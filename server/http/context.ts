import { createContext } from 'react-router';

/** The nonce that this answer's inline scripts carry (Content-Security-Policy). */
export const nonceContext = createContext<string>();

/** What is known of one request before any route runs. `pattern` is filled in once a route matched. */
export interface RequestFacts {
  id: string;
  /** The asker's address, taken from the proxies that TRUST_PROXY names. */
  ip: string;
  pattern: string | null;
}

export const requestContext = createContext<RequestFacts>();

#####

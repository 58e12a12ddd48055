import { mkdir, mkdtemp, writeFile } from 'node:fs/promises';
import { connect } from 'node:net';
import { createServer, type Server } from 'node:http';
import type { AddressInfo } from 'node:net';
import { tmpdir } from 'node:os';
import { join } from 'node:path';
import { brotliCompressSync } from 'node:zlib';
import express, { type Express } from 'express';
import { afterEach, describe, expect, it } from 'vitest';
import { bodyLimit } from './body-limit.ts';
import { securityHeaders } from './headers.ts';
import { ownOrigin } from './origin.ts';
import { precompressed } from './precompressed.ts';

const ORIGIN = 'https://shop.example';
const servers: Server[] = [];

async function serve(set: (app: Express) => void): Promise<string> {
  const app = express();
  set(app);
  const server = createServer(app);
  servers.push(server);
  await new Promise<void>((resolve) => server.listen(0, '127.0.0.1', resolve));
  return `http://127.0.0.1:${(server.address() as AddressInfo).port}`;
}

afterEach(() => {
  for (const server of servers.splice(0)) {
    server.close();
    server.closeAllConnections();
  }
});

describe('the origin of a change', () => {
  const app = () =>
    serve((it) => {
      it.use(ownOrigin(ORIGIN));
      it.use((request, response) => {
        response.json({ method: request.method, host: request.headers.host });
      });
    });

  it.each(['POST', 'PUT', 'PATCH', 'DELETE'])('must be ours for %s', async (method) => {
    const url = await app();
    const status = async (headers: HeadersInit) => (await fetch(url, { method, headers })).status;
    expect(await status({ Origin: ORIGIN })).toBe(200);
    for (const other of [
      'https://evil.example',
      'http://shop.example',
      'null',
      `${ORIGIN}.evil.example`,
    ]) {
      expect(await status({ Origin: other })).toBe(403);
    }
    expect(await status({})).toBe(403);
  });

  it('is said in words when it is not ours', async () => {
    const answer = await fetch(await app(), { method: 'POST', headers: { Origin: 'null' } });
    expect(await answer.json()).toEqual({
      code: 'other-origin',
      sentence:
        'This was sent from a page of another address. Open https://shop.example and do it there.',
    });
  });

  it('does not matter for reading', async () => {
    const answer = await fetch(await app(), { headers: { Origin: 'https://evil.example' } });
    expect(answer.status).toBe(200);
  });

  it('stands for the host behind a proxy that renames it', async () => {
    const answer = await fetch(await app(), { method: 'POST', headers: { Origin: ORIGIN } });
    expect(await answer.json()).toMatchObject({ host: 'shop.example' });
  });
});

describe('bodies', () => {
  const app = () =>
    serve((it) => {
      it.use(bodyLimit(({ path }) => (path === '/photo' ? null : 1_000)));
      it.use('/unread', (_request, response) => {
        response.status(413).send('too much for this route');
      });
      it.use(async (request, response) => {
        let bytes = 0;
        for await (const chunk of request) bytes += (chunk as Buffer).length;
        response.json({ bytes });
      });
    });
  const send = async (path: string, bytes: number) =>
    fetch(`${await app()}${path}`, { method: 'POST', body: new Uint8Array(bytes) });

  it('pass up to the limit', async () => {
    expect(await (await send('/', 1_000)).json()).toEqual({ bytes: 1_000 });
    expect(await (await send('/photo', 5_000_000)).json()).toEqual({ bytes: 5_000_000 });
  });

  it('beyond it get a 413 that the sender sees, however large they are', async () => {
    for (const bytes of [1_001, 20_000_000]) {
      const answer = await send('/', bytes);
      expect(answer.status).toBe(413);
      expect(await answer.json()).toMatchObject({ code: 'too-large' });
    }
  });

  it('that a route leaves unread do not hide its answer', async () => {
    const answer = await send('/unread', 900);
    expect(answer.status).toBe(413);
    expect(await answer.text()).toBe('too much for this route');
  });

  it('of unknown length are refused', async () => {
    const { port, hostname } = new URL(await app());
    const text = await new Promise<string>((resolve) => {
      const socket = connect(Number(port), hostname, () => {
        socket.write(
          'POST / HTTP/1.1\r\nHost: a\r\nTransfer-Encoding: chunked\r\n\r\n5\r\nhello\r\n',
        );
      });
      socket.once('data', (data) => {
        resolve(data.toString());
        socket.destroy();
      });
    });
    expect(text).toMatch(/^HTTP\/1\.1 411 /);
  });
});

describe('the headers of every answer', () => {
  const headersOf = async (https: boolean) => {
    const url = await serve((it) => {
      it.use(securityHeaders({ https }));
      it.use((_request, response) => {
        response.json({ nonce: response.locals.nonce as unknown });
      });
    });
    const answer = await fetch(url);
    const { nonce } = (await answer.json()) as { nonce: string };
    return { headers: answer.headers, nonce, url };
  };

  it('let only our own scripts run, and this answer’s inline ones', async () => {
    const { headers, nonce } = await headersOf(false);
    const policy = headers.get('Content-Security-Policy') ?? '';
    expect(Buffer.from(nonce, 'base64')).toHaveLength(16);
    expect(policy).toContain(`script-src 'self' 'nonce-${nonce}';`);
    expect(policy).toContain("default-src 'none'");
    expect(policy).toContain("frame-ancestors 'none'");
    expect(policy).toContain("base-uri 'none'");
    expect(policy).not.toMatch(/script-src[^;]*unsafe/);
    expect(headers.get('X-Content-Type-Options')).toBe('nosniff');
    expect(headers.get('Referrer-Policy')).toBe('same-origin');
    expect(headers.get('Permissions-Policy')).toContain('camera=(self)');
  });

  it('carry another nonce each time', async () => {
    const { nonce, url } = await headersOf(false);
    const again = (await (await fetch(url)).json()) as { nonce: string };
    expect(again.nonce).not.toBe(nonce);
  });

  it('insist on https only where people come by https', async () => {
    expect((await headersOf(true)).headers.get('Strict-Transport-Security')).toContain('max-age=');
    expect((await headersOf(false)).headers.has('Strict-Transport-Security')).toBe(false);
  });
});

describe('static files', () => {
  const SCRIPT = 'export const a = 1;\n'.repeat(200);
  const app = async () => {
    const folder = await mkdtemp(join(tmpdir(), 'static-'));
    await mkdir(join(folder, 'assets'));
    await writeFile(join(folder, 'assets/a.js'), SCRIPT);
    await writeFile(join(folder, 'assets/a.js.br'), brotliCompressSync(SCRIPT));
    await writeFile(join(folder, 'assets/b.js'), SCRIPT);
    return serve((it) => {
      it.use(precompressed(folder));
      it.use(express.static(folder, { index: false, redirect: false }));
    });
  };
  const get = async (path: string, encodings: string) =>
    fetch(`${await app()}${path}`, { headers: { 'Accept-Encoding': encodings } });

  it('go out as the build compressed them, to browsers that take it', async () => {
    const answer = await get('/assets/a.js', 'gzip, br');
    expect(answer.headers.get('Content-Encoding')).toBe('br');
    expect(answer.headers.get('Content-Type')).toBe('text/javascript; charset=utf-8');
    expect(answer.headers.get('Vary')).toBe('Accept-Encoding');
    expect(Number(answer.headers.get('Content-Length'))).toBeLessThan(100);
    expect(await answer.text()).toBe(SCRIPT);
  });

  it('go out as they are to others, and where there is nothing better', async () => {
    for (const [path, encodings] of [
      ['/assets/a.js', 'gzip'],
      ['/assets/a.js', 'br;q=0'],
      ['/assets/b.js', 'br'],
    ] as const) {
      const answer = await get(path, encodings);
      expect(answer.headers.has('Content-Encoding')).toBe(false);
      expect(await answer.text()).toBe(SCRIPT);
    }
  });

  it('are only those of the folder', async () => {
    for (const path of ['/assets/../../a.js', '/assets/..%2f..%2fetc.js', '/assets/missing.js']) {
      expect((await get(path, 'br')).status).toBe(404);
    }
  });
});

#####

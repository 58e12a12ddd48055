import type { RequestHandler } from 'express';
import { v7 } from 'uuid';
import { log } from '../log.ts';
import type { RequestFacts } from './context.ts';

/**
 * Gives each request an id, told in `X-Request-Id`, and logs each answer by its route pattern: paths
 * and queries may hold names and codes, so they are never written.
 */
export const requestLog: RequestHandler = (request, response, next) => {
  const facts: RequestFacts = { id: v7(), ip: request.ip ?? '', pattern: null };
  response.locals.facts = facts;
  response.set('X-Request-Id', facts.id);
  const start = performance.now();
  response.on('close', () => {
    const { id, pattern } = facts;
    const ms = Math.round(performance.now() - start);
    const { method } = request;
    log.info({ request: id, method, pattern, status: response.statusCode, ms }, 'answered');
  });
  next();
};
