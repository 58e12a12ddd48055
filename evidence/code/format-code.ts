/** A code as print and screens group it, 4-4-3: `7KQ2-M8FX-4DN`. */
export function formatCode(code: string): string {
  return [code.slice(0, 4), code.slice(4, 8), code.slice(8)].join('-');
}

#####

Work item:
Take the entries above and return only the lines from the one with "it('does not matter" to the one with "it('stands for the", both included, unchanged.

Response:
  it('does not matter for reading', async () => {
    const answer = await fetch(await app(), { headers: { Origin: 'https://evil.example' } });
    expect(answer.status).toBe(200);
  });

  it('stands for the host behind a proxy that renames it', async () => {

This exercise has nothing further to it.